Native American Tribes & the Indian History in Waubay, South Dakota

Ages before the terms Native American or Indian were created, the tribes were spread all over the Americas. Before any white man set foot on this land, it was settled by the forefathers of bands we now call Sioux, or Cherokee, or Iroquois.

For centuries, the American Indian grew its customs and legacy without disturbance. And that history is fascinating.

From Mayan and Incan ruins, from the mounds left in the central and southern parts of what’s now the U.S. we have learned much. It’s a story of beautiful arts and crafts and deep spirituality. Archaeologists have unearthed highly advanced buildings and public works.

While there was unavoidable tribal conflict, that was simply a slight blemish in the experience of our ancestors.
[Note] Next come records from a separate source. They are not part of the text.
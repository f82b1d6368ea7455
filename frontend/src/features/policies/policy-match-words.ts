import type { PolicyEntry } from '@resistry/engineering/derating/policy-entry';
import { formatQuantity } from '@resistry/engineering/notation/format-quantity';
import type { Technology } from '@resistry/engineering/ratings/technology';
import { mountingWords, technologyWords } from '../../wording/technology-words';

/** Which parts an entry is for: `Thick film, thin film; surface; to ±1 %`, or every part. */
export function policyMatchWords({ technology, mounting, style, tolerance }: PolicyEntry['match']): string {
  const technologies: readonly Technology[] =
    technology === undefined ? [] : typeof technology === 'string' ? [technology] : technology;
  const words = [
    ...(technologies.length > 0 ? [technologies.map((each) => technologyWords[each]).join(', ')] : []),
    ...(mounting === undefined ? [] : [mountingWords[mounting].toLowerCase()]),
    ...(style === undefined ? [] : [`style ${style}`]),
    ...(tolerance === undefined ? [] : [`to ${formatQuantity(tolerance, 'tolerance')}`]),
  ];
  return words.length === 0 ? 'every other part' : words.join('; ');
}
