import { queryOptions, useMutation, useQuery, useQueryClient } from '@tanstack/react-query';
import { client } from '../../../api/client';
import type { Schema } from '../../../api/schema';

export type Invitation = Schema<'InvitationDetails'>;

async function listInvitations(signal: AbortSignal): Promise<Invitation[]> {
  const { data } = await client.get<Schema<'InvitationList'>>('/invitations', { signal });
  return data.items;
}

const invitationList = queryOptions({
  queryKey: ['invitations'],
  queryFn: ({ signal }) => listInvitations(signal),
});

export const useInvitations = () => useQuery(invitationList);

async function invite(invitation: Schema<'NewInvitation'>): Promise<void> {
  await client.post('/invitations', invitation);
}

async function withdrawInvitation(id: string): Promise<void> {
  await client.delete(`/invitations/${encodeURIComponent(id)}`);
}

/** Sends somebody a way in by mail. */
export function useInvite() {
  const queryClient = useQueryClient();
  return useMutation({
    mutationFn: invite,
    onSuccess: () => queryClient.invalidateQueries({ queryKey: invitationList.queryKey }),
  });
}

/** Takes an invitation back; its link leads nowhere from then on. */
export function useWithdrawInvitation() {
  const queryClient = useQueryClient();
  return useMutation({
    mutationFn: withdrawInvitation,
    onSettled: () => queryClient.invalidateQueries({ queryKey: invitationList.queryKey }),
  });
}
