import { chakra } from '@chakra-ui/react';
import { Link } from 'react-router-dom';
import { Answered } from '../../components/answered';
import { Page } from '../../components/page';
import { RuledTable } from '../../components/ruled-table';
import { Section } from '../../components/section';
import { Empty } from '../../components/states';
import { type PolicySummary, usePolicies } from './requests/list-policies';

function Versions({ label, policies }: { label: string; policies: readonly PolicySummary[] }) {
  if (policies.length === 0) return <Empty title="None is published" />;
  return (
    <RuledTable label={label}>
      <thead>
        <tr>
          <th scope="col">Policy</th>
          <th scope="col">Stands</th>
          <th scope="col">Note</th>
          <th scope="col">Source</th>
        </tr>
      </thead>
      <tbody>
        {policies.map((policy) => (
          <tr key={policy.id}>
            <chakra.th scope="row" whiteSpace={{ md: 'nowrap' }}>
              <Link to={`/policies/${policy.id}`}>
                {policy.name} {policy.version}
              </Link>
            </chakra.th>
            <chakra.td whiteSpace="nowrap">
              {policy.inForce ? <chakra.b color="met">in force</chakra.b> : 'to be named in a duty'}
            </chakra.td>
            <chakra.td minWidth="12rem">{policy.note}</chakra.td>
            <chakra.td minWidth="14rem" color="fg.muted">
              {policy.source}
            </chakra.td>
          </tr>
        ))}
      </tbody>
    </RuledTable>
  );
}

/** Published versions: the company's own, and the tables of agencies. */
export function Component() {
  const policies = usePolicies();
  return (
    <Page title="Policies" lead="How much of a rating may be used. Published versions never change.">
      <Answered query={policies} label="Reading the policies">
        {(items) => (
          <>
            <Section title="Of the company">
              <Versions
                label="Of the company"
                policies={items.filter(({ origin }) => origin === 'company')}
              />
            </Section>
            <Section title="Of agencies" lead="As printed in the source named.">
              <Versions label="Of agencies" policies={items.filter(({ origin }) => origin === 'agency')} />
            </Section>
          </>
        )}
      </Answered>
    </Page>
  );
}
They were at peace with this beautiful continent and intensely plugged into nature.

 

The European Settler Arrives


european settlers arrive in americaWhen European leaders dispatched the first ships in this direction, the aim was to explore new resources – however the quality of environment and the bounty of everything from timber to wildlife subsequently changed their tune. As those leaders heard back from their explorers, the motivation to colonize spread like wildfire.
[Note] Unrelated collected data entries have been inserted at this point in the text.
/** The kinds of problem that the API answers with, each with its HTTP status and title (RFC 9457). */
export const PROBLEM_KINDS = {
  malformed: { status: 400, title: 'The request cannot be understood' },
  unauthenticated: { status: 401, title: 'Sign in first' },
  forbidden: { status: 403, title: 'This is not yours to do' },
  abandoned: { status: 408, title: 'The request was given up' },
  'not-found': { status: 404, title: 'Nothing here by that name' },
  stale: { status: 409, title: 'Somebody else has changed this meanwhile' },
  conflict: { status: 409, title: 'This is in the way of something that exists' },
  'too-large': { status: 413, title: 'The request is too large' },
  'unsupported-media': { status: 415, title: 'The content type is not understood' },
  clash: { status: 422, title: 'The request contradicts itself or the data' },
  throttled: { status: 429, title: 'Too many attempts' },
  unexpected: { status: 500, title: 'Something went wrong here' },
  unavailable: { status: 503, title: 'Not available at the moment' },
} as const;

export type ProblemKind = keyof typeof PROBLEM_KINDS;

/** One faulty field: a JSON pointer (RFC 6901) into the body, or `/name` of a query or path parameter. */
export interface FieldError {
  pointer: string;
  message: string;
}

export interface ProblemMembers {
  errors?: readonly FieldError[];
  /** The rule that forbids. */
  rule?: string;
  /** Seconds after which another attempt makes sense; also sent as Retry-After. */
  retryAfter?: number;
}

/** An expected failure, with words for the person who caused it. The exception filter turns it into the answer. */
export class Problem extends Error {
  override readonly name: string = 'Problem';

  constructor(
    readonly kind: ProblemKind,
    readonly detail: string,
    readonly members: ProblemMembers = {},
  ) {
    super(detail);
  }

  get status(): number {
    return PROBLEM_KINDS[this.kind].status;
  }
}
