/// The table.
#[rustfmt::skip]
pub static UNITS: &[UnitRow] = &[
    // SI base units.
    row("m", &[], "metre", 1.0, LENGTH, SI).prefixed(),
    row("g", &[], "gram", 1e-3, MASS, SI).prefixed(),
    row("s", &[], "second", 1.0, TIME, SI).prefixed(),
    row("A", &[], "ampere", 1.0, CURRENT, SI).prefixed(),
    row("K", &["\u{212a}"], "kelvin", 1.0, TEMPERATURE, SI).prefixed().scaled(TemperatureOpen)
        .noted("a temperature or a difference of temperatures, by use"),
    row("mol", &[], "mole", 1.0, AMOUNT, SI).prefixed(),
    row("cd", &[], "candela", 1.0, LUMINOUS_INTENSITY, SI).prefixed(),
    // SI units with names of their own.
    row("rad", &[], "radian", 1.0, NONE, SI).prefixed(),
    row("sr", &[], "steradian", 1.0, NONE, SI).prefixed(),
    row("Hz", &[], "hertz", 1.0, FREQUENCY, SI).prefixed(),
    row("N", &[], "newton", 1.0, FORCE, SI).prefixed(),
    row("Pa", &[], "pascal", 1.0, PRESSURE, SI).prefixed(),
    row("J", &[], "joule", 1.0, ENERGY, SI).prefixed(),
    row("W", &[], "watt", 1.0, POWER, SI).prefixed(),
    row("C", &[], "coulomb", 1.0, CHARGE, SI).prefixed(),
    row("V", &[], "volt", 1.0, VOLTAGE, SI).prefixed(),
    row("F", &[], "farad", 1.0, CAPACITANCE, SI).prefixed(),
    row("\u{3a9}", &["\u{2126}", "ohm"], "ohm", 1.0, RESISTANCE, SI).prefixed(),
    row("S", &[], "siemens", 1.0, CONDUCTANCE, SI).prefixed(),
    row("Wb", &[], "weber", 1.0, MAGNETIC_FLUX, SI).prefixed(),
    row("T", &[], "tesla", 1.0, MAGNETIC_FLUX_DENSITY, SI).prefixed(),
    row("H", &[], "henry", 1.0, INDUCTANCE, SI).prefixed(),
    row("lm", &[], "lumen", 1.0, LUMINOUS_INTENSITY, SI).prefixed(),
    row("lx", &[], "lux", 1.0, ILLUMINANCE, SI).prefixed(),
    row("Bq", &[], "becquerel", 1.0, FREQUENCY, SI).prefixed(),
    row("Gy", &[], "gray", 1.0, SPECIFIC_ENERGY, SI).prefixed(),
    row("Sv", &[], "sievert", 1.0, SPECIFIC_ENERGY, SI).prefixed(),
    row("kat", &[], "katal", 1.0, CATALYTIC_ACTIVITY, SI).prefixed(),
    // Accepted with the SI.
    row("min", &[], "minute", MINUTE, TIME, WITH_SI),
    row("h", &[], "hour", HOUR, TIME, WITH_SI),
    row("d", &[], "day", 86_400.0, TIME, WITH_SI),
    row("au", &[], "astronomical unit", 149_597_870_700.0, LENGTH, WITH_SI),
    row("deg", &["°"], "degree", DEGREE, NONE, WITH_SI),
    row("arcmin", &["′"], "minute of arc", DEGREE / 60.0, NONE, WITH_SI),
    row("arcsec", &["″"], "second of arc", DEGREE / 3600.0, NONE, WITH_SI),
    row("ha", &[], "hectare", 1e4, AREA, WITH_SI),
    row("L", &["l"], "litre", 1e-3, VOLUME, WITH_SI).prefixed(),
    UnitRow { prefixes: Prefixes::KiloAndLarger, ..row("t", &[], "tonne", 1e3, MASS, WITH_SI) },
    row("eV", &[], "electronvolt", 1.602_176_634e-19, ENERGY, WITH_SI).prefixed(),
    // Plain numbers.
    row("%", &[], "per cent", 1e-2, NONE, NUMBER),
    row("ppm", &[], "part per million", 1e-6, NONE, SP811),
    row("ppb", &[], "part per billion", 1e-9, NONE, SP811).noted("billion is 10^9 here"),
    row("rev", &[], "revolution", 2.0 * PI, NONE, SP811),
    row("rpm", &[], "revolution per minute", 2.0 * PI / MINUTE, FREQUENCY, SP811)
        .noted("an angular speed: 1 rpm is 2π rad in a minute"),
    // Temperature.
    row("degC", &["°C", "\u{2103}"], "degree Celsius", 1.0, TEMPERATURE, SI)
        .zero_at(273.15).scaled(TemperaturePoint),
    row("degF", &["°F", "\u{2109}"], "degree Fahrenheit", 5.0 / 9.0, TEMPERATURE, SP811)
        .zero_at(459.67 * 5.0 / 9.0).scaled(TemperaturePoint),
    row("degR", &["°R"], "degree Rankine", 5.0 / 9.0, TEMPERATURE, SP811).scaled(TemperatureOpen)
        .noted("a temperature or a difference of temperatures, by use"),
    // Length and volume.
    row("in", &[], "inch", INCH, LENGTH, SP811),
    row("ft", &[], "foot", FOOT, LENGTH, SP811).noted("the international foot"),
    row("yd", &[], "yard", 3.0 * FOOT, LENGTH, SP811),
    row("mi", &[], "mile", 5280.0 * FOOT, LENGTH, SP811).noted("the international mile"),
    row("gal", &[], "gallon", GALLON, VOLUME, SP811).noted("the US gallon, 231 cubic inches"),
    // Mass and amount.
    row("lb", &["lbm"], "pound", POUND, MASS, SP811).noted("avoirdupois; a mass, not a force"),
    row("oz", &[], "ounce", POUND / 16.0, MASS, SP811).noted("avoirdupois; a mass"),
    row("lbmol", &[], "pound mole", 1e3 * POUND, AMOUNT, TRADE)
        .noted("the amount whose mass in pounds is its molar mass in g/mol"),
    // Force.
    row("lbf", &[], "pound-force", POUND_FORCE, FORCE, SP811),
    row("kgf", &[], "kilogram-force", STANDARD_GRAVITY, FORCE, SP811),
    // Pressure.
    row("bar", &["bara"], "bar", 1e5, PRESSURE, SP811).prefixed(),
    row("atm", &["atma"], "standard atmosphere", ATMOSPHERE, PRESSURE, SP811),
    row("torr", &["Torr"], "torr", ATMOSPHERE / 760.0, PRESSURE, SP811),
    row("mmHg", &[], "millimetre of mercury", 1e-3 * MERCURY * STANDARD_GRAVITY, PRESSURE, SP811)
        .noted("conventional: mercury of 13 595.1 kg/m^3"),
    row("inHg", &[], "inch of mercury", INCH * MERCURY * STANDARD_GRAVITY, PRESSURE, SP811)
        .noted("conventional: mercury of 13 595.1 kg/m^3"),
    row("mmH2O", &[], "millimetre of water", 1e-3 * WATER * STANDARD_GRAVITY, PRESSURE, SP811)
        .noted("conventional: water of 1000 kg/m^3"),
    row("inH2O", &[], "inch of water", INCH * WATER * STANDARD_GRAVITY, PRESSURE, SP811)
        .noted("conventional: water of 1000 kg/m^3"),
    row("ftH2O", &[], "foot of water", FOOT * WATER * STANDARD_GRAVITY, PRESSURE, SP811)
        .noted("conventional: water of 1000 kg/m^3"),
    row("psi", &["psia"], "pound-force per square inch", PSI, PRESSURE, SP811),
    // Pressure above ambient. The factors are those of the absolute units.
    row("Pag", &[], "pascal above ambient", 1.0, PRESSURE, TRADE).scaled(Gauge),
    row("kPag", &[], "kilopascal above ambient", 1e3, PRESSURE, TRADE).scaled(Gauge),
    row("MPag", &[], "megapascal above ambient", 1e6, PRESSURE, TRADE).scaled(Gauge),
    row("mbarg", &[], "millibar above ambient", 1e2, PRESSURE, TRADE).scaled(Gauge),
    row("barg", &[], "bar above ambient", 1e5, PRESSURE, TRADE).scaled(Gauge),
    row("atmg", &[], "atmosphere above ambient", ATMOSPHERE, PRESSURE, TRADE).scaled(Gauge),
    row("psig", &[], "pound-force per square inch above ambient", PSI, PRESSURE, TRADE).scaled(Gauge),
    // Energy and power.
    row("cal", &["cal_IT"], "calorie", 4.1868, ENERGY, SP811).prefixed()
        .noted("the International Table calorie, 4.1868 J, as in heating and steam practice; the thermochemical one is cal_th"),
    row("cal_th", &[], "thermochemical calorie", 4.184, ENERGY, SP811).prefixed(),
    row("Btu", &["Btu_IT"], "British thermal unit", BTU, ENERGY, SP811)
        .noted("the International Table Btu, 1055.055 852 62 J"),
    row("Btu_th", &[], "thermochemical British thermal unit", BTU_TH, ENERGY, SP811),
    row("therm", &[], "therm", 1.055_06e8, ENERGY, SP811)
        .noted("therm (EC), 1.055 06e8 J; the therm (US) is 1.054 804e8 J"),
    row("Wh", &[], "watt-hour", HOUR, ENERGY, SP811).prefixed(),
    row("hp", &[], "horsepower", 550.0 * FOOT * POUND_FORCE, POWER, SP811)
        .noted("mechanical horsepower, 550 ft.lbf/s (745.7 W); the metric one is 735.5 W"),
    row("TR", &[], "ton of refrigeration", 12_000.0 * BTU / HOUR, POWER, SP811)
        .noted("12 000 Btu/h of cooling"),
    // Flow.
    row("gpm", &[], "gallon per minute", GALLON / MINUTE, VOLUME_FLOW_RATE, SP811).noted("US gallons"),
    row("cfm", &[], "cubic foot per minute", FOOT * FOOT * FOOT / MINUTE, VOLUME_FLOW_RATE, SP811)
        .noted("at the state of the gas itself, not at a standard one"),
    // Viscosity.
    row("P", &[], "poise", 0.1, DYNAMIC_VISCOSITY, SP811).prefixed(),
    row("St", &[], "stokes", 1e-4, KINEMATIC_VISCOSITY, SP811).prefixed(),
];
The English, French and Spanish rushed to slice up the “New World” by transporting over inadequately prepared colonists as fast as possible. Initially, they skirmished with the alarmed Indians of America’s eastern seaboard. But that shortly gave way to trade, since the Europeans who came ashore here understood their survival was doubtful with no Indian help.

Thus followed years of comparative peace as the settlers got themselves established on American land. But the drive to push inland followed soon after. Kings and queens from thousands of miles away were restless to locate even more resources, and some colonists came for freedom and opportunity.

They required more space. And so began the process of driving the American Indian out of the way.

It took the shape of cash arrangements, barter, and famously, treaties that were nearly consistently ignored after the Indians were forced away from the land in question.

treaty at new amsterdam

The U.S. government’s policies towards Native Americans in the second half of the nineteenth century were determined by the desire to expand westward into regions occupied by these Native American tribes. By the 1850s almost all Native American tribes, approximately 360,000 in number, lived to the west of the Mississippi River. These American Indians, some from the Northwestern and Southeastern territories, were confined to Indian Territory situated in present day Oklahoma, while the Kiowa and Comanche Native American tribes shared the land of the Southern Plains.

The Sioux, Crows and Blackfeet dominated the Northern Plains. These Native American groups met misfortune as the continuous flow of European immigrants into northeastern American cities delivered a stream of immigrants into the western lands already populated by these diverse groups of Indians.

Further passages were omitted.